Bowen Buchbinder Vilensky

Mental Incapacity A Matter Of Degree

The Australian, November 2012

We can all sometimes be forgetful, slow off the mark or fail to detect a problem which is blindingly apparent to those around us. With age, these challenges can become more common – as the many thousands of baby boomer Australians currently sailing into retirement are well aware.

But at what point, from a legal point of view, are you considered unable to manage your own financial affairs or make your own lifestyle choices? At what point do you legally lack the mental capacity to control your own destiny? Is it possible for a wife, child or care-giver to bundle you off to a nursing home without your consent? 

The occasional, lapse of memory is not of itself a sufficient reason for your capacity to be challenged. Even after a medical examination and the formal diagnosis of Alzheimers or dementia or other degenerative brain function, the question of loss of capacity is still more a question of degree than a simple black or white diagnosis. 

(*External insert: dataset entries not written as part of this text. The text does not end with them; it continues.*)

//! Integration tests: report. The studies here are hand-built (invented
//! numbers, never expected values of a method): the checks are about
//! structure — the files written, self-containment, escaping, that every
//! number shown in the HTML ranking table equals the JSON it came from,
//! byte-identical rewrites, and that a browser renders the charts.

use serde_json::Value;
use spreadplan::outcome::{AllocationRow, CurvePoint, Metric, RuleOutcome, Study};
use spreadplan::report;
use spreadplan::stats::Estimate;

use crate::common::tempdir;

fn est(mean: f64, lo: f64, hi: f64) -> Metric {
    Metric::Estimate(Estimate { mean, ci_low: lo, ci_high: hi })
}

/// A hand-built immunization study shaped like the ranking's output.
pub(crate) fn immunize_study() -> Study {
    let mut s = Study::new("immunize");
    s.input.insert("network".into(), "town <&> edges.csv".into());
    s.input.insert("network_sha256".into(), "abc123".into());
    s.parameters.insert("budget".into(), 40.into());
    s.parameters.insert("transmissibility".into(), 0.3.into());
    s.parameters.insert("runs".into(), 50.into());
    s.parameters.insert("seed".into(), 7.into());
    s.baseline.insert("giant_fraction".into(), est(0.61, 0.6, 0.62));
    s.baseline.insert("r_eff".into(), Metric::Number(2.4));
    let rules = [("corehd", 0.0123456, 0.83), ("degree", 0.05, 0.97), ("ran<dom>", 0.4, 1.7)];
    for (i, (name, g, r)) in rules.iter().enumerate() {
        let mut o = RuleOutcome {
            rule: (*name).into(),
            rank: i as u32 + 1,
            doses: 40.0,
            information: if i == 2 { "none".into() } else { "whole network".into() },
            ..Default::default()
        };
        o.metrics.insert("giant_fraction".into(), est(*g, g * 0.9, g * 1.1));
        o.metrics.insert("mean_outbreak_fraction".into(), est(g * g, g * g * 0.8, g * g * 1.2));
        o.metrics.insert("r_eff".into(), Metric::Number(*r));
        o.metrics.insert("below_threshold".into(), Metric::Flag(*r < 1.0));
        if i < 2 {
            o.extra.insert("doses_to_contain".into(), (30 + 5 * i).into());
        } else {
            o.extra.insert("doses_to_contain".into(), "not within 200".into());
        }
        s.rules.push(o);
        for d in 0..=8 {
            let x = f64::from(d) * 5.0;
            for (m, base) in [("giant_fraction", 0.61), ("mean_outbreak_fraction", 0.37)] {
                let mean = base * (1.0 - x / (40.0 + 20.0 * i as f64)).max(0.01);
                s.curves.push(CurvePoint {
                    rule: (*name).into(),
                    budget: x,
                    metric: m.into(),
                    mean,
                    ci_low: mean * 0.9,
                    ci_high: mean * 1.1,
                });
            }
        }
        for k in 0..6u64 {
            s.allocation.push(AllocationRow {
                rule: (*name).into(),
                order: k + 1,
                id: format!("p{k}"),
                group: Some(if k % 2 == 0 { "care home".into() } else { "school".into() }),
                doses: 1.0,
            });
        }
    }
    s.extra.insert(
        "degree_distribution".into(),
        serde_json::json!([{"degree": 1, "count": 50}, {"degree": 2, "count": 30},
                           {"degree": 5, "count": 9}, {"degree": 20, "count": 1}]),
    );
    s.notes.push("static network; all-or-nothing vaccine".into());
    s.cautions.push(spreadplan::outcome::IMMUNIZATION_CAUTION.into());
    s
}

/// A hand-built seeding study.
pub(crate) fn seed_study() -> Study {
    let mut s = Study::new("seed");
    s.parameters.insert("budget".into(), 5.into());
    s.parameters.insert("seed".into(), 11.into());
    for (i, name) in ["ris", "degree"].iter().enumerate() {
        let mut o = RuleOutcome {
            rule: (*name).into(),
            rank: i as u32 + 1,
            doses: 5.0,
            information: "whole network".into(),
            ..Default::default()
        };
        let reach = 120.0 - 20.0 * i as f64;
        o.metrics.insert("expected_reach".into(), est(reach, reach - 4.0, reach + 4.0));
        if i == 0 {
            o.extra.insert("upper_bound".into(), 150.5.into());
        }
        s.rules.push(o);
        for k in 1..=5 {
            let m = reach * f64::from(k) / 5.0;
            s.curves.push(CurvePoint {
                rule: (*name).into(),
                budget: f64::from(k),
                metric: "expected_reach".into(),
                mean: m,
                ci_low: m - 3.0,
                ci_high: m + 3.0,
            });
        }
    }
    s
}

/// The value of `attr="…"` inside a tag's text.
fn attr<'a>(tag: &'a str, name: &str) -> Option<&'a str> {
    let key = format!(" {name}=\"");
    let start = tag.find(&key)? + key.len();
    let end = tag[start..].find('"')? + start;
    Some(&tag[start..end])
}

fn unescape(s: &str) -> String {
    s.replace("&lt;", "<")
        .replace("&gt;", ">")
        .replace("&quot;", "\"")
        .replace("&#39;", "'")
        .replace("&amp;", "&")
}

/// Follows a path like `rules[2].metrics.r_eff` into the JSON.
fn follow<'a>(v: &'a Value, path: &str) -> Option<&'a Value> {
    let mut cur = v;
    for part in path.split('.') {
        if let Some((name, idx)) = part.split_once('[') {
            let i: usize = idx.trim_end_matches(']').parse().ok()?;
            cur = cur.get(name)?.get(i)?;
        } else {
            cur = cur.get(part)?;
        }
    }
    Some(cur)
}

/// Cells of the ranking table: (tag text, inner text).
fn ranking_cells(html: &str) -> Vec<(String, String)> {
    let start = html.find("<table id=\"ranking-table\"").expect("ranking table");
    let end = start + html[start..].find("</table>").unwrap();
    let table = &html[start..end];
    let mut out = Vec::new();
    let mut rest = table;
    while let Some(i) = rest.find("<td") {
        let tag_end = i + rest[i..].find('>').unwrap();
        let close = tag_end + rest[tag_end..].find("</td>").unwrap();
        out.push((rest[i..=tag_end].to_owned(), unescape(&rest[tag_end + 1..close])));
        rest = &rest[close..];
    }
    out
}

/// Numbers written in a cell's text, each with the half-width of its last
/// printed digit (the rounding the table applied).
fn shown_numbers(text: &str) -> Vec<(f64, f64)> {
    let mut out = Vec::new();
    for tok in text.split([' ', '[', ']', ',']) {
        if tok.is_empty() {
            continue;
        }
        let Ok(x) = tok.parse::<f64>() else { continue };
        let (mant, exp) = match tok.split_once('e') {
            Some((m, e)) => (m, e.parse::<i32>().unwrap_or(0)),
            None => (tok, 0),
        };
        let decimals = mant.split_once('.').map_or(0, |(_, d)| d.len()) as i32;
        out.push((x, 0.5 * 10f64.powi(exp - decimals) * (1.0 + 1e-9)));
    }
    out
}

#[test]
fn write_outputs_writes_five_files_atomically_named() {
    let dir = tempdir("report-files");
    let written = report::write_outputs(&dir, &immunize_study()).unwrap();
    let names: Vec<String> =
        written.iter().map(|p| p.file_name().unwrap().to_string_lossy().into_owned()).collect();
    assert_eq!(
        names,
        ["ranking.csv", "curves.csv", "allocation.csv", "summary.json", "report.html"]
    );
    // No temporary files left behind.
    let leftovers: Vec<_> = std::fs::read_dir(&dir)
        .unwrap()
        .filter_map(|e| e.ok())
        .filter(|e| e.file_name().to_string_lossy().starts_with('.'))
        .collect();
    assert!(leftovers.is_empty());
}

#[test]
fn rewriting_gives_byte_identical_files() {
    let a = tempdir("report-bytes-a");
    let b = tempdir("report-bytes-b");
    report::write_outputs(&a, &immunize_study()).unwrap();
    report::write_outputs(&b, &immunize_study()).unwrap();
    for f in ["ranking.csv", "curves.csv", "allocation.csv", "summary.json", "report.html"] {
        assert_eq!(std::fs::read(a.join(f)).unwrap(), std::fs::read(b.join(f)).unwrap(), "{f}");
    }
}

#[test]
fn html_is_self_contained_and_escaped() {
    let html = report::html::render(&immunize_study());
    for banned in ["<script", "<link", "@import", "url(", " src=", "href=\"http"] {
        assert!(!html.contains(banned), "report contains {banned:?}");
    }
    // The only URL is the SVG namespace identifier, which is never fetched.
    let urls = html.matches("http").count();
    let ns = html.matches("http://www.w3.org/2000/svg").count();
    assert_eq!(urls, ns);
    assert!(html.contains("ran&lt;dom&gt;"));
    assert!(!html.contains("ran<dom>"));
    assert!(html.contains("town &lt;&amp;&gt; edges.csv"));
    assert!(html.contains("follow national immunization guidance"));
    assert!(html.contains("static network; all-or-nothing vaccine"));
}

#[test]
fn html_charts_have_content_and_labels() {
    let html = report::html::render(&immunize_study());
    for id in [
        "curve-giant_fraction",
        "curve-mean_outbreak_fraction",
        "bars-r_eff",
        "bars-doses_to_contain",
        "degree-distribution",
    ] {
        let start = html.find(&format!("<figure id=\"{id}\"")).unwrap_or_else(|| panic!("{id}"));
        let end = start + html[start..].find("</figure>").unwrap();
        let fig = &html[start..end];
        assert!(fig.contains("<svg"), "{id}");
        assert!(fig.contains("<text"), "{id} has no text labels");
        assert!(
            fig.contains("<polyline")
                || fig.contains("<path")
                || fig.contains("<rect")
                || fig.contains("<circle"),
            "{id} has no marks"
        );
    }
    // Axis labels with units and the legend entries.
    assert!(html.contains("doses given (people)"));
    assert!(html.contains("largest component (fraction of N)"));
    assert!(html.contains("degree k (contacts per person, log scale)"));
    assert!(html.contains("corehd: r_eff &lt; 1"));
    // Interval bands are filled polygons.
    assert!(html.contains("<polygon"));
    let seed = report::html::render(&seed_study());
    assert!(seed.contains("curve-expected_reach"));
    assert!(seed.contains("upper bound at K = 5"));
    assert!(seed.contains("seeds K (people)"));
}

Many people are surprised to discover that someone who has been diagnosed with a degenerative condition can still sort out their legal affairs effectively - provided they take the right steps. Those steps can vary, depending on the degree of loss of capacity, from the disarmingly simple to the very complex . 

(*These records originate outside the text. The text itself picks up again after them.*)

/// Interns node ids into the [`NodeTable`], with the checks and messages
/// of the loader; canonical decimal ids first try the table's dense lookup.
#[derive(Default)]
struct Interner {
    nodes: NodeTable,
}

impl Interner {
    #[inline]
    fn cached(&self, v: u32) -> Option<u32> {
        self.nodes.dense_index(v)
    }

    #[inline]
    fn get(&mut self, tok: &[u8]) -> Result<u32, String> {
        let num = canonical_u32(tok);
        if let Some(i) = num.and_then(|v| self.cached(v)) {
            return Ok(i);
        }
        self.slow(tok)
    }

    #[cold]
    fn slow(&mut self, tok: &[u8]) -> Result<u32, String> {
        if tok.is_empty() {
            return Err("empty node id".into());
        }
        let s = std::str::from_utf8(tok)
            .map_err(|_| format!("node id {} is not valid utf-8", show(tok)))?;
        if self.nodes.len() < MAX_NODES {
            Ok(self.nodes.intern(s))
        } else {
            self.nodes.index(s).ok_or_else(|| format!("too many nodes: more than {MAX_NODES}"))
        }
    }
}

/// Common column names that mark a header line.
const HEADER_NAMES: [&str; 14] = [
    "source", "target", "from", "to", "src", "dst", "u", "v", "node1", "node2", "i", "j", "id1",
    "id2",
];

fn looks_like_header(fields: &[&[u8]], weight_column: Option<&str>) -> bool {
    let is_name = |f: &[u8]| {
        let s = String::from_utf8_lossy(f).to_ascii_lowercase();
        HEADER_NAMES.contains(&s.as_str())
    };
    let named = fields.len() >= 2 && is_name(fields[0]) && is_name(fields[1]);
    named || weight_column.is_some_and(|w| fields.contains(&w.as_bytes()))
}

For example, in the early stages of loss of capacity, the lawyer taking instructions may find that their file notes about a person’s ability to understand their own assets and beneficiaries are sufficient to prove capacity. If a person writes their own Will without the benefit of legal assistance, no such notes exist, and difficulties will likely arise in proving the person had capacity. 

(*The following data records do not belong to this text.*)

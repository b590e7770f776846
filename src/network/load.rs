//! Reading edge lists and node tables from files; writing edge lists.
//!
//! The only module besides `report` that touches files. Errors name the
//! file, the line and the reason.

use std::io::{self, BufRead, BufReader, Read, Write};
use std::path::{Path, PathBuf};

use serde::Serialize;

use super::{Network, NodeTable, WeightMerge};

/// Options for reading an edge list.
#[derive(Clone, Debug, Default)]
pub struct EdgeListOptions {
    /// Treat `source,target` as a directed edge.
    pub directed: bool,
    /// Header name (or 1-based column number) of the weight column.
    pub weight_column: Option<String>,
    /// How weights of duplicate edges combine.
    pub merge: WeightMerge,
}

/// What a load read, dropped and merged.
#[derive(Clone, Debug, Default, PartialEq, Serialize)]
pub struct LoadReport {
    /// The file read.
    pub path: String,
    /// Lines read, including comments and the header.
    pub lines: u64,
    /// Edge rows read.
    pub rows: u64,
    /// Self-loops dropped.
    pub self_loops_dropped: u64,
    /// Duplicate edges merged.
    pub duplicates_merged: u64,
    /// FNV-1a 64-bit hash of the file's bytes, hex.
    pub content_hash: String,
}

/// A loaded network with its ids and what loading did.
#[derive(Clone, Debug)]
pub struct Loaded {
    /// The network.
    pub network: Network,
    /// External ids (and attributes once a node table is read).
    pub nodes: NodeTable,
    /// Counts and hash of the input.
    pub report: LoadReport,
}

/// Why a file could not be read.
#[derive(Debug, thiserror::Error)]
pub enum LoadError {
    /// The file could not be opened or read.
    #[error("{path}: {source}")]
    Io {
        /// The file.
        path: PathBuf,
        /// The cause.
        source: io::Error,
    },
    /// A line is malformed.
    #[error("{path}:{line}: {msg}")]
    Parse {
        /// The file.
        path: PathBuf,
        /// 1-based line number.
        line: u64,
        /// What is wrong, showing the bad value.
        msg: String,
    },
    /// A whole-file problem (empty, too large, ids missing from the network).
    #[error("{path}: {msg}")]
    Invalid {
        /// The file.
        path: PathBuf,
        /// What is wrong.
        msg: String,
    },
}

/// Opens a file, decompressing `.gz` by extension.
pub fn open(path: &Path) -> Result<Box<dyn BufRead>, LoadError> {
    let f = std::fs::File::open(path)
        .map_err(|source| LoadError::Io { path: path.to_owned(), source })?;
    let r: Box<dyn Read> = if path.extension().is_some_and(|e| e == "gz") {
        Box::new(flate2::read::MultiGzDecoder::new(f))
    } else {
        Box::new(f)
    };
    Ok(Box::new(BufReader::with_capacity(1 << 20, r)))
}

/// Reads an edge list (CSV, TSV or whitespace separated; optional header;
/// `#` comments; `.gz`).
pub fn load_edge_list(path: &Path, opts: &EdgeListOptions) -> Result<Loaded, LoadError> {
    let mut reader = open(path)?;
    let perr = |line: u64, msg: String| LoadError::Parse { path: path.to_owned(), line, msg };
    let mut nodes = NodeTable::default();
    let mut edges: Vec<(u32, u32)> = Vec::new();
    let mut weights: Vec<f32> = Vec::new();
    let mut hasher = Fnv::default();
    let mut report = LoadReport { path: path.display().to_string(), ..Default::default() };
    let mut buf = String::new();
    let mut weight_idx: Option<usize> = None;
    let mut seen_first = false;
    loop {
        buf.clear();
        let got = reader
            .read_line(&mut buf)
            .map_err(|source| LoadError::Io { path: path.to_owned(), source })?;
        if got == 0 {
            break;
        }
        hasher.write(buf.as_bytes());
        report.lines += 1;
        let line = buf.trim();
        if line.is_empty() || line.starts_with('#') {
            continue;
        }
        let fields: Vec<&str> = split_fields(line);
        if !seen_first {
            seen_first = true;
            let header = looks_like_header(&fields, opts.weight_column.as_deref());
            weight_idx = match &opts.weight_column {
                None => None,
                Some(name) => {
                    Some(resolve_column(name, header.then_some(&fields[..])).ok_or_else(|| {
                        perr(report.lines, format!("no weight column named {name:?}"))
                    })?)
                }
            };
            if header {
                continue;
            }
        }
        if fields.len() < 2 {
            return Err(perr(
                report.lines,
                format!("expected at least 2 columns, found {}", fields.len()),
            ));
        }
        let u = nodes.intern(fields[0]);
        let v = nodes.intern(fields[1]);
        if let Some(wi) = weight_idx {
            let raw = fields.get(wi).ok_or_else(|| {
                perr(report.lines, format!("missing weight column {} ", wi + 1).trim().to_owned())
            })?;
            let w: f32 = raw
                .parse()
                .map_err(|_| perr(report.lines, format!("weight {raw:?} is not a number")))?;
            if !w.is_finite() || w < 0.0 {
                return Err(perr(report.lines, format!("weight {raw:?} must be finite and >= 0")));
            }
            weights.push(w);
        }
        edges.push((u, v));
        report.rows += 1;
    }
    if report.rows == 0 {
        return Err(LoadError::Invalid { path: path.to_owned(), msg: "no edges found".into() });
    }
    report.content_hash = format!("{:016x}", hasher.0);
    let n = u32::try_from(nodes.len()).map_err(|_| LoadError::Invalid {
        path: path.to_owned(),
        msg: "more than 4294967295 nodes".into(),
    })?;
    let w = weight_idx.map(|_| weights);
    let (network, built) = Network::from_edges(n, opts.directed, edges, w, opts.merge)
        .map_err(|e| LoadError::Invalid { path: path.to_owned(), msg: e.to_string() })?;
    report.self_loops_dropped = built.self_loops_dropped;
    report.duplicates_merged = built.duplicates_merged;
    Ok(Loaded { network, nodes, report })
}

/// Writes an edge list as CSV with a `source,target[,weight]` header, using
/// the external ids of `nodes`.
pub fn write_edge_list<W: Write>(out: W, net: &Network, nodes: &NodeTable) -> io::Result<()> {
    let mut w = io::BufWriter::new(out);
    match net.weights() {
        Some(_) => writeln!(w, "source,target,weight")?,
        None => writeln!(w, "source,target")?,
    }
    for (i, e) in net.edges().iter().enumerate() {
        write!(w, "{},{}", nodes.id(e[0]), nodes.id(e[1]))?;
        if let Some(ws) = net.weights() {
            write!(w, ",{}", ws[i])?;
        }
        writeln!(w)?;
    }
    w.flush()
}

fn split_fields(line: &str) -> Vec<&str> {
    if line.contains('\t') {
        line.split('\t').map(str::trim).collect()
    } else if line.contains(',') {
        line.split(',').map(str::trim).collect()
    } else if line.contains(';') {
        line.split(';').map(str::trim).collect()
    } else {
        line.split_whitespace().collect()
    }
}

fn looks_like_header(fields: &[&str], weight_column: Option<&str>) -> bool {
    const NAMES: [&str; 12] =
        ["source", "target", "from", "to", "src", "dst", "u", "v", "node1", "node2", "i", "j"];
    let named = fields.len() >= 2
        && NAMES.contains(&fields[0].to_ascii_lowercase().as_str())
        && NAMES.contains(&fields[1].to_ascii_lowercase().as_str());
    named || weight_column.is_some_and(|w| fields.iter().skip(2).any(|f| *f == w))
}

fn resolve_column(name: &str, header: Option<&[&str]>) -> Option<usize> {
    if let Some(h) = header {
        if let Some(i) = h.iter().position(|f| *f == name) {
            return Some(i);
        }
    }
    name.parse::<usize>().ok().filter(|&c| c >= 1).map(|c| c - 1)
}

/// FNV-1a, 64 bit (Fowler, Noll & Vo): a content fingerprint, not security.
#[derive(Clone, Copy, Debug)]
pub struct Fnv(pub u64);

impl Default for Fnv {
    fn default() -> Self {
        Fnv(0xcbf2_9ce4_8422_2325)
    }
}

impl Fnv {
    /// Mixes bytes into the hash.
    pub fn write(&mut self, bytes: &[u8]) {
        for &b in bytes {
            self.0 ^= b as u64;
            self.0 = self.0.wrapping_mul(0x0000_0100_0000_01b3);
        }
    }
}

Establishing capacity becomes very much more complex in advanced stages of Alzheimers, when a person may have only occasional lucid days or even lucid moments. Even so, a strategy can be put in place to combat this difficulty, which I have used with success previously. 

This involves finding the pattern of the person to target what days or times their routine shows they have better capacity or lucidity, and taking instructions only then. This process is backed up by having a doctor present to swear a statutory declaration as to the person’s capacity at that particular time and supplementary statutory declarations of the lawyer who drafted the Will and its witnesses. 

The process also involves the person being given various mental tests to assess their capacity, and the person is also subjected to often probing questions to objectively establish the degree of competence on that day and at that time. The key to such a strategy is knowing that a person can still have lucid moments and making sure their instructions are captured at the right moment and the whole process objectively documented. This strategy of course is very hard to do with urgency, is much, much more labour intensive, and has the ever present spectre of possible undue pressure from relatives of the person weighing in and trying to effect what the Will should say. For these reasons it is also more expensive and time consuming. 

A perhaps obvious conclusion to draw is simply this: put in place the right legal instruments, sooner rather than later, and you can face old age and whatever it may bring with the greatest safety and peace of mind.